A retomada do julgamento pelo Supremo Tribunal Federal sobre a autodeclaração de hipossuficiência econômica traz um alerta para quem gere grandes volumes de contencioso. O tema transcende a técnica jurídica e impacta diretamente indicadores cruciais: volume, provisões, acordos e previsibilidade orçamentária.
No voto da ADC 80, o ministro Edson Fachin defende que a autodeclaração permaneça como forma válida para comprovar insuficiência econômica, preservando a presunção de veracidade prevista no CPC e aplicada pelo TST.
O ministro Gilmar Mendes, por sua vez, propôs estender a discussão a todos os ramos do Judiciário, sugerindo um critério objetivo: presunção de gratuidade para quem recebe até R$ 5 mil e exigência de comprovação para rendas superiores. Contudo, com o pedido de vista do ministro Cristiano Zanin, o desfecho permanece indefinido.
A consequência imediata, se prevalecer a posição de Fachin, é a manutenção do cenário atual, com alta probabilidade de concessão de gratuidade em grande parte das ações trabalhistas.
Já se avançar a proposta de Gilmar, parte dos reclamantes continuará presumidamente isenta, mas um contingente relevante passará a ter de comprovar insuficiência.
Para operações de escala, isso significa um ambiente em que o ingresso de processos tende a permanecer elevado e com custos concentrados na empresa.
A ausência de exigência de comprovação documental mais rígida reduz o espaço para recuperação de despesas e sucumbência, o que reforça a necessidade de eficiência no fluxo processual.
Esse contexto também influencia a estratégia de acordos. Se o reclamante permanece protegido de custas, o risco percebido por ele diminui. O resultado é uma mudança na lógica de negociação.
O impacto chega igualmente ao provisionamento. Se prevalecer a visão de Fachin, a continuidade da autodeclaração como meio suficiente de comprovação preserva um ambiente de risco elevado, especialmente em setores com rotatividade alta.

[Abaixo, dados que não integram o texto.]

def test_draw_all_writes_figures_and_tables(build: Callable[..., Result], tmp_path: Path) -> None:
    whole = small(build, sites=1)
    result = Result({**whole.summary, "rupture": None}, whole.sites, whole.direction)
    seen: list[tuple[int, int]] = []
    written = pictures.draw_all(
        result, tmp_path / "figures", progress=lambda done, total: seen.append((done, total)), formats=("png", "pdf")
    )
    names = {path.name for path in written}
    assert {
        "map.png",
        "map.pdf",
        "map_sites.csv",
        "map.kml",
        "direction_ZX.R01.png",
        "direction_ZX.R01_posterior.nc",
    } <= names
    assert all(path.stat().st_size > 0 for path in written)
    assert sorted(path.name for path in (tmp_path / "figures").iterdir()) == sorted(names)
    assert seen[0][0] == 1
    assert seen[-1][0] == seen[-1][1] == 3
    from PIL import Image

    with Image.open(tmp_path / "figures" / "map.png") as image:
        assert image.info["dpi"] == pytest.approx((300, 300), abs=0.1)
        assert image.width == pytest.approx(180 / 25.4 * 300, abs=1)
    # Text as text: a Type 42 (TrueType) font with its map to Unicode, as ISO 32000-1 section 9.10 wants for extraction.
    pdf = (tmp_path / "figures" / "map.pdf").read_bytes()
    assert b"/Type0" in pdf or b"/TrueType" in pdf
    assert b"/ToUnicode" in pdf
    assert b"/Type3" not in pdf


def test_svg_keeps_text(unilateral: Result, tmp_path: Path) -> None:
    pictures.along_figure(unilateral).savefig(tmp_path / "a.svg")
    assert ">source time after origin (s)</text>" in (tmp_path / "a.svg").read_text(encoding="utf-8")


def read(path: Path) -> dict[str, list[str]]:
    with path.open(newline="", encoding="utf-8") as stream:
        rows = list(csv.DictReader(stream))
    return {key: [row[key] for row in rows] for key in rows[0]}
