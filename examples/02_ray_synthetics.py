"""
A one-way rupture seen from two sides
=====================================

The ray engine makes six-component records of a line source. Toward the rupture the shaking is short and strong, away from it
long and weak (Ben-Menahem 1961; Haskell 1964).
"""

import numpy as np
from matplotlib import pyplot as plt

from rupture.earth import LayeredModel
from rupture.geodesy import destination
from rupture.synthetic.engine import Receivers, Sampling
from rupture.synthetic.ray import ray_records
from rupture.synthetic.source import Arm, KinematicSource
from rupture.synthetic.sub_events import make_sub_events

layers = LayeredModel("crust", [0.0, 33.0], [6.0, 8.0], [3.46, 4.5], [2720.0, 3300.0], [600.0, 900.0], [300.0, 450.0])
rupture = KinematicSource(12.0, 40.0, 10.0, 7.0, (90.0, 90.0, 0.0), (Arm(90.0, 50.0, 2.8),), sub_events=300)
azimuths = np.radians([70.0, 250.0])
longitude, latitude = destination(12.0, 40.0, azimuths, 130e3)
sampling = Sampling(0.0, 0.05, 2400, 2.0)
records = ray_records(make_sub_events(rupture, seed=4), Receivers(longitude, latitude), layers, sampling)
time = sampling.step_s * np.arange(sampling.samples)

figure, axes = plt.subplots(2, 1, figsize=(7, 4), sharex=True, sharey=True, layout="constrained")
for ax, record, name in zip(axes, records, ("rupture comes nearer", "rupture runs away"), strict=True):
    ax.plot(time, 1e6 * record[5], linewidth=0.6, color="#1d2126")
    ax.set(title=name, ylabel="vertical rotation\nrate (µrad/s)")
axes[1].set(xlabel="time after origin (s)", xlim=(15, 100))
plt.show()
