"""
Figures of a result
===================

Two sites see a rupture run east: each one's back-azimuth turns the other way. A run leaves such a result as `result.nc`;
here one is put together by hand. Every figure is one call on it, and shows itself in Jupyter; here it is shown as an image.
"""

import io

import numpy as np
from matplotlib import pyplot as plt

from rupture.datasets import direction_dataset, site_dataset
from rupture.direction import DirectionSettings, estimate_direction
from rupture.earth import LayeredModel
from rupture.geodesy import destination
from rupture.pictures import directions_figure
from rupture.result import Result
from rupture.site import Site
from rupture.synthetic.engine import Receivers, Sampling
from rupture.synthetic.ray import ray_records
from rupture.synthetic.source import Arm, KinematicSource
from rupture.synthetic.sub_events import make_sub_events

layers = LayeredModel("crust", [0.0, 33.0], [6.0, 8.0], [3.46, 4.5], [2720.0, 3300.0], [600.0, 900.0], [300.0, 450.0])
source = KinematicSource(12.0, 40.0, 10.0, 7.2, (90.0, 90.0, 0.0), (Arm(90.0, 70.0, 2.8),), sub_events=400)
codes, azimuths, distance = ("QQ.NORTH", "QQ.SOUTH"), np.array([20.0, 160.0]), 80e3
longitude, latitude = destination(12.0, 40.0, np.radians(azimuths), distance)
sampling = Sampling(-60.0, 0.05, 3600, 3.0)
records = ray_records(make_sub_events(source, seed=2), Receivers(longitude, latitude), layers, sampling)
scale = np.repeat([1e-6, 1e-9], 3)[:, None]
records = records + scale * np.random.default_rng(3).normal(size=records.shape)

found, rows = [], []
for k, code in enumerate(codes):
    valid = np.ones(records[k].shape, bool)
    site = Site(code, longitude[k], latitude[k], 0.0, sampling.start_s, sampling.step_s, records[k], valid, (0.05, 5.0))
    found.append(estimate_direction(site, (-60.0, 10.0), DirectionSettings()))
    rows.append({
        "code": code, "longitude": longitude[k], "latitude": latitude[k], "elevation": 0.0, "used": True, "reason": "",
        "components": "6C", "distance": distance / 1e3, "azimuth": azimuths[k], "p_arrival": distance / 6e3,
        "s_arrival": distance / 3.46e3, "azimuth_correction": 0.0, "time_correction": 0.0,
    })  # fmt: skip
place = {"longitude_deg": 12.0, "latitude_deg": 40.0, "depth_km": 10.0}
event = {"origin_time": "2031-05-14T03:21:07Z", "name": "Invented"} | place
result = Result({"event": event}, site_dataset(rows), direction_dataset(found))

picture, image = directions_figure(result, columns=2), io.BytesIO()
picture.savefig(image, format="png", dpi=200)
image.seek(0)
axes = plt.figure(figsize=tuple(picture.get_size_inches())).add_axes((0, 0, 1, 1))
axes.imshow(plt.imread(image))
axes.set_axis_off()
plt.show()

Isso exige atenção aos modelos de cálculo, revisões mais frequentes e adoção de parâmetros que reflitam a realidade de ingresso e desfechos de cada região.
Já na hipótese de adoção do critério de renda proposto por Gilmar, os modelos de provisão precisarão ser recalibrados por faixa de renda e região, com efeitos progressivos e não imediatos, dada a aplicação prospectiva sugerida.
Há ainda um efeito relevante sobre a cultura de dados. Com o quadro jurídico apontado pelo relator, a diferença passa a estar no acompanhamento preciso das fases processuais, na capacidade de alimentar sistemas internos, na visão clara do que está sendo baixado e na leitura dos padrões que surgem do próprio volume.
Quando o que ocorre dentro de cada processo importa menos do que o comportamento agregado da carteira, dados se tornam um elemento central de governança.
Em ambientes de múltiplas unidades e margens operacionais apertadas, compreender o efeito dessa orientação é parte essencial da gestão.